Come muoiono gli imperi

Quando lo stato/impero perde la capacità di riconoscere e risolvere i problemi fondamentali della sicurezza e dell'imparzialità verrà sostituito da un altro ordinamento più adattabile e capace

Come muoiono gli imperi

Charles Hugh Smith
charleshughsmith.blogspot.com

Da un punto di vista sistemico, gli stati-nazione e gli imperi sorgono quando rappresentano soluzioni di sicurezza superiori rispetto a qualsiasi sistema di cui prendono il posto: feudalesimo, signori della guerra, confederazioni tribali, ecc.

Stati e imperi falliscono quando non sono più la soluzione, ma il problema. Come spiega il libro "The Upside of Down: Catastrophe, Creativity, and the Renewal of Civilization", quando la disintegrazione dello stato/impero diventa la soluzione meno dolorosa, i cittadini ritirano il loro sostegno e l'impero perde la presa e si estingue.

Come spiego nel mio nuovo libro, "Global Crisis, National Renewal", stati e mercati sono strutture orientate alla risoluzione dei problemi. Queste strutture risolvono i problemi ottimizzando l'adattabilità e le sinergie benefiche, che si rafforzano a vicenda in un progresso evolutivo.

L'ascesa della classe media è un esempio di sinergia vantaggiosa: quando questa nuova classe ottiene l'accesso al credito, all'istruzione, al commercio, all'impresa e ha la possibilità di determinare il prezzo del proprio lavoro ottiene i mezzi per trasformare la propria opera in capitale, risparmiando e investendo in beni, nuove imprese, ecc. che poi generano reddito da capitale che, a sua volta, alimenta incrementi sinergici di credito, competenze, beni e reddito da investimenti.

Gli stati/imperi falliscono e si estinguono quando sono all'opera sinergie fatali create da élite egocentriche. Piuttosto che incoraggiare le dinamiche di adattamento - competizione, trasparenza, responsabilità, sperimentazione e dissenso - le élite sopprimono queste forze in quanto minacce ai loro monopoli, cartelli e ricchezza.

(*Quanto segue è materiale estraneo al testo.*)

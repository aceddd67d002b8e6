"""Shares of cells inside polygons, by intersecting every cell with the polygon in shapely.

    python3 cell_shares.py > ../values/cell-shares.json
"""
import json
import math
import sys

import numpy as np
import shapely
import shapely.ops
from shapely.affinity import translate
from shapely.geometry import MultiPolygon, Polygon, mapping

SEED = 20240229
random = np.random.default_rng(SEED)


def star(lon, lat, radius, points):
    angles = np.sort(random.uniform(0, 2 * math.pi, points))
    radii = radius * random.uniform(0.3, 1, points)
    return Polygon([(lon + r * math.cos(a), lat + r * math.sin(a)) for a, r in zip(angles, radii)])


square = Polygon([(2, 46), (5, 46), (5, 49), (2, 49)])
polygons = {
    'box on cell edges': square,
    'box off cell edges': Polygon([(2.3, 46.1), (5.7, 46.1), (5.7, 48.9), (2.3, 48.9)]),
    'triangle': Polygon([(1.1, 45.2), (8.7, 47.9), (3.3, 52.6)]),
    'wound clockwise': Polygon([(1.1, 45.2), (3.3, 52.6), (8.7, 47.9)]),
    'concave comb': Polygon(
        [(1, 45.5), (9, 45.5), (9, 53), (8.2, 53), (7.4, 46.2), (6.1, 53), (5.3, 53), (4.4, 46.2), (3.2, 53), (1, 53)]
    ),
    'with two holes': Polygon(
        [(0.5, 45.5), (9.5, 45.9), (9.1, 53.7), (0.9, 53.1)],
        [[(2.2, 47.1), (4.6, 47.3), (3.9, 50.2)], [(6.05, 48.4), (6.1, 51.6), (7.9, 50.2)]],
    ),
    'several parts': shapely.ops.unary_union(
        [star(2, 47, 1.4, 9), star(6.5, 51, 2.2, 17), star(8.8, 46, 0.8, 5)]
    ),
    'sliver': Polygon([(0.2, 45.123), (9.8, 53.456), (9.8, 53.4560001)]),
    'smaller than a cell': Polygon([(4.61, 48.32), (4.63, 48.33), (4.62, 48.35)]),
    'a metre across': Polygon([(4.61, 48.32), (4.61001, 48.32), (4.61001, 48.32001), (4.61, 48.32001)]),
    'reaching past the grid': star(0, 45, 7, 31),
    'ragged star': star(5, 49.5, 4.4, 240),
    'over the date line, 170 to 190': Polygon([(171.3, -21.2), (188.4, -19.8), (186.2, -8.1), (177, -12.3)]),
    'over the date line, cut in two': None,
    'over Greenwich': Polygon([(-7.4, 41.2), (9.1, 44.3), (4.2, 58.8), (-3.3, 52)]),
    'right round the world': Polygon([(-180, 40), (180, 40), (180, 47.5), (-180, 47.5)]),
}
whole = polygons['over the date line, 170 to 190']
west = whole.intersection(Polygon([(100, -90), (180, -90), (180, 90), (100, 90)]))
east = translate(whole.intersection(Polygon([(180, -90), (260, -90), (260, 90), (180, 90)])), -360)
polygons['over the date line, cut in two'] = MultiPolygon([west, east])

stretched = [0, 0.4, 1.3, 2.7, 3.1, 5.2, 5.25, 7.9, 9.3, 10]
grids = {
    'whole degrees, north first': {'lat': list(range(55, 43, -1)), 'lon': list(range(0, 11))},
    'whole degrees, south first, east first': {'lat': list(range(44, 56)), 'lon': list(range(10, -1, -1))},
    'uneven': {'lat': [45 + y for y in stretched], 'lon': stretched},
    'world from -180': {'lat': list(np.arange(90, -91, -15.0)), 'lon': list(np.arange(-180, 181, 15.0))},
    'world from 0': {'lat': list(np.arange(-90, 91, 15.0)), 'lon': list(np.arange(0, 361, 15.0))},
    'world and one column again': {'lat': list(np.arange(-90, 91, 15.0)), 'lon': list(np.arange(-7.5, 368, 15.0))},
    'cut at 21 east': {'lat': list(np.arange(60, -31, -7.5)), 'lon': list(np.linspace(21, 379, 31))},
    'Pacific, 160 to 200': {'lat': list(np.arange(-25, -4.9, 2.5)), 'lon': list(np.arange(160, 201, 2.5))},
}
# Column and row to x and y: turned, sheared, rows going down; the plane is longitude and latitude itself.
turned = {'transform': [1.5, 0.71, 0.23, 53.1, 0.19, -0.83], 'rows': 9, 'columns': 11}


def corners(grid):
    """Index and outline of every cell; a column whose middle lies past a full circle is the first one again."""
    if 'transform' in grid:
        t = grid['transform']
        at = lambda c, r: (t[0] + t[1] * c + t[2] * r, t[3] + t[4] * c + t[5] * r)
        for row in range(grid['rows']):
            for col in range(grid['columns']):
                ring = [at(col, row), at(col + 1, row), at(col + 1, row + 1), at(col, row + 1)]
                yield row * grid['columns'] + col, Polygon(ring)
        return
    lat, lon = grid['lat'], grid['lon']
    for row in range(len(lat) - 1):
        for col in range(len(lon) - 1):
            if abs((lon[col] + lon[col + 1]) / 2 - lon[0]) >= 360:
                continue
            ring = [(lon[col], lat[row]), (lon[col + 1], lat[row]), (lon[col + 1], lat[row + 1]), (lon[col], lat[row + 1])]
            yield row * (len(lon) - 1) + col, Polygon(ring)


def shares(polygon, grid):
    turns = [0] if 'transform' in grid else [-360, 0, 360]
    copies = [translate(polygon, turn) for turn in turns]
    index, share = [], []
    for cell, outline in corners(grid):
        area = sum(outline.intersection(copy).area for copy in copies) / outline.area
        # Intersections that only touch, give or take a rounding.
        if area > 1e-13:
            index.append(cell)
            share.append(area)
    return {'index': index, 'share': share}


def main():
    grids['turned'] = turned
    cases = []
    for name, polygon in polygons.items():
        assert polygon.is_valid, name
        for grid_name, grid in grids.items():
            found = shares(polygon, grid)
            if found['index']:
                cases.append({'polygon': name, 'grid': grid_name, **found})
    json.dump(
        {
            'status': 'computed',
            'source': 'make/cell_shares.py: shapely %s (GEOS %s), numpy %s, python %s, seed %d'
            % (shapely.__version__, shapely.geos.geos_version, np.__version__, sys.version.split()[0], SEED),
            'polygons': {name: mapping(polygon) for name, polygon in polygons.items()},
            'grids': grids,
            'cases': cases,
        },
        sys.stdout,
        separators=(',', ':'),
        default=float,
    )


main()
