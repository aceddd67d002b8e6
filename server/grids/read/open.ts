import type { GridSource } from '../grid-source'
import { cfSource } from './cf-source'
import type { RawNetcdf } from './raw-netcdf'
import { recognise } from './signature'

/**
 * Opens a gridded file, whatever its format. Throws LayerRefused when it can't be read with certainty. The caller
 * closes the source.
 */
export async function openGridSource(path: string, fileName: string): Promise<GridSource> {
  const { format, fileSize, start } = recognise(path, fileName)
  if (format === 'geotiff') return (await import('./geotiff')).openGeotiff(path, fileName, fileSize)
  const file = await openNetcdf(path, fileSize, format === 'netcdf4' ? start : null)
  try {
    return cfSource(file, fileName)
  } catch (error) {
    file.close()
    throw error
  }
}

/** Each format's library is loaded when first needed: HDF5's alone takes most of a second. */
async function openNetcdf(path: string, fileSize: number, hdf5Start: number | null): Promise<RawNetcdf> {
  if (hdf5Start === null) return (await import('./netcdf-classic')).openClassic(path, fileSize)
  return (await import('./netcdf4')).openNetcdf4(path, hdf5Start, fileSize)
}
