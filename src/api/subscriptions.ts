import { queryOptions, useMutation, useQueryClient } from '@tanstack/react-query'
import { endpoints } from '../../shared/schemas/endpoints'
import type { BodyInputOf } from '../../shared/schemas/endpoint'
import { call } from './call'

/** Own subscriptions; an admin's list holds everybody's. */
export const subscriptionsQuery = () =>
  queryOptions({
    queryKey: ['subscriptions'],
    queryFn: ({ signal }) => call(endpoints.listSubscriptions, { query: { limit: 500 }, signal }),
  })

export type SubscriptionChangeBody = BodyInputOf<typeof endpoints.changeSubscription>

export function useCreateSubscription() {
  const client = useQueryClient()
  return useMutation({
    mutationFn: (body: BodyInputOf<typeof endpoints.createSubscription>) => call(endpoints.createSubscription, { body }),
    onSuccess: () => client.invalidateQueries({ queryKey: ['subscriptions'] }),
  })
}

export function useChangeSubscription(id: number) {
  const client = useQueryClient()
  return useMutation({
    mutationFn: (body: SubscriptionChangeBody) => call(endpoints.changeSubscription, { params: { id }, body }),
    onSuccess: () => client.invalidateQueries({ queryKey: ['subscriptions'] }),
  })
}

export function useDeleteSubscription(id: number) {
  const client = useQueryClient()
  return useMutation({
    mutationFn: () => call(endpoints.deleteSubscription, { params: { id } }),
    onSuccess: () => client.invalidateQueries({ queryKey: ['subscriptions'] }),
  })
}
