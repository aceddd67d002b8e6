import { inflateSync } from 'node:zlib'
import { ZSTDDecoder } from 'zstddec'

/** None, LZW, deflate (two numbers), packbits, ZSTD. JPEG and WebP lose values; LERC is not read. */
export const tiffCompressions: ReadonlySet<number> = new Set([1, 5, 8, 32946, 32773, 50000])

const zstd = new ZSTDDecoder()

/** Loads what a compression needs before its blocks can be unpacked in one go. */
export async function prepareUnpacking(compression: number): Promise<void> {
  if (compression === 50000) await zstd.init()
}

/**
 * Unpacks one block. It never becomes longer than `wholeBytes`, whatever it holds: more is an error, and so is a
 * stream that does not end properly (deflate's own checksum included).
 */
export function unpackBlock(packed: Buffer, compression: number, wholeBytes: number): Uint8Array {
  if (compression === 1) return packed.subarray(0, wholeBytes)
  if (compression === 5) return unpackLzw(packed, wholeBytes)
  if (compression === 32773) return unpackPackbits(packed, wholeBytes)
  if (compression === 50000) {
    // In one go the library shows an error as an empty result; its stream form waits for ever on damaged blocks.
    const unpacked = zstd.decode(packed, wholeBytes)
    if (unpacked.length === 0 || unpacked.length > wholeBytes) throw new Error('a ZSTD block does not unpack')
    return unpacked
  }
  return inflateSync(packed, { maxOutputLength: Math.max(1, wholeBytes) })
}

/** Packbits: a count, then so many bytes as they are, or one byte so many times. */
function unpackPackbits(packed: Buffer, wholeBytes: number): Uint8Array {
  const out = new Uint8Array(wholeBytes)
  let filled = 0
  for (let at = 0; at < packed.length && filled < wholeBytes; ) {
    const head = packed.readInt8(at++)
    if (head === -128) continue
    const count = head >= 0 ? head + 1 : 1 - head
    if (filled + count > wholeBytes) throw new Error('a packbits block is longer than it may be')
    if (head >= 0) {
      if (at + count > packed.length) throw new Error('a packbits block ends early')
      out.set(packed.subarray(at, at + count), filled)
      at += count
    } else {
      if (at >= packed.length) throw new Error('a packbits block ends early')
      out.fill(packed[at++]!, filled, filled + count)
    }
    filled += count
  }
  return out.subarray(0, filled)
}

const [clearCode, endCode, firstFree, tableSize] = [256, 257, 258, 4096]

/** TIFF's LZW: codes of 9 to 12 bits, most significant first, widened one code early. */
function unpackLzw(packed: Buffer, wholeBytes: number): Uint8Array {
  if (packed[0] === 0 && (packed[1]! & 1) === 1) throw new Error('LZW in the bit order of before 1988')
  const out = new Uint8Array(wholeBytes)
  // Each entry is a run of bytes that already stands in the output: where it begins, and its length.
  const [starts, lengths] = [new Int32Array(tableSize), new Int32Array(tableSize)]
  let [filled, free, width, bits, held, previous] = [0, firstFree, 9, 0, 0, -1]
  for (let at = 0; ; ) {
    while (bits < width && at < packed.length) {
      held = ((held << 8) | packed[at++]!) & 0xffffff
      bits += 8
    }
    if (bits < width) break
    const code = (held >> (bits - width)) & ((1 << width) - 1)
    bits -= width
    if (code === endCode) break
    if (code === clearCode) {
      ;[free, width, previous] = [firstFree, 9, -1]
      continue
    }
    if (code > free || (code === free && previous < 0)) throw new Error('an LZW block names an unknown code')
    // A code that is only just being made is the previous run and its own first byte again.
    const known = code < free
    const length = code < 256 ? 1 : known ? lengths[code]! : lengths[free]!
    if (filled + length > wholeBytes) throw new Error('an LZW block is longer than it may be')
    if (code < 256) out[filled] = code
    else {
      const from = known ? starts[code]! : starts[free]!
      for (let i = 0; i < length; i++) out[filled + i] = out[from + i]!
    }
    // The entry that will be made next: this run and one byte more, which the next code brings.
    if (previous >= 0 && free < tableSize) free++
    if (free < tableSize) {
      starts[free] = filled
      lengths[free] = length + 1
    }
    previous = code
    filled += length
    if (free + 1 >= 1 << width && width < 12) width++
  }
  return out.subarray(0, filled)
}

Privato di adattabilità e sinergie benefiche, lo stato/impero non è più in grado di risolvere i problemi. Diventa esso stesso un problema irrisolvibile.

Una dinamica chiave che alimenta queste sinergie fatali è l'arrogante fiducia che l'abbondanza a basso costo sia un diritto di nascita conferito dallo stato/impero, e che quindi le risorse possano essere sperperate all'infinito in eccesso ed estremi di consumo e spreco. Lo stato/impero non si concentra più sull'accessibilità delle fonti materiali di sicurezza (cibo, energia, ecc.) o sulla responsabilità, concorrenza, dissenso e trasparenza necessarie per risolvere i problemi sistemici.

Invece, lo stato/impero si dissolve in fazioni antagoniste, che cercano di proteggere il loro piccolo feudo ed espandere le proprie risorse a spese della popolazione. I super ricchi costruiscono yacht e palazzi da 500 milioni di dollari, i politici approfittano della loro posizione per accumulare fortune e la corruzione si sostituisce al buongoverno.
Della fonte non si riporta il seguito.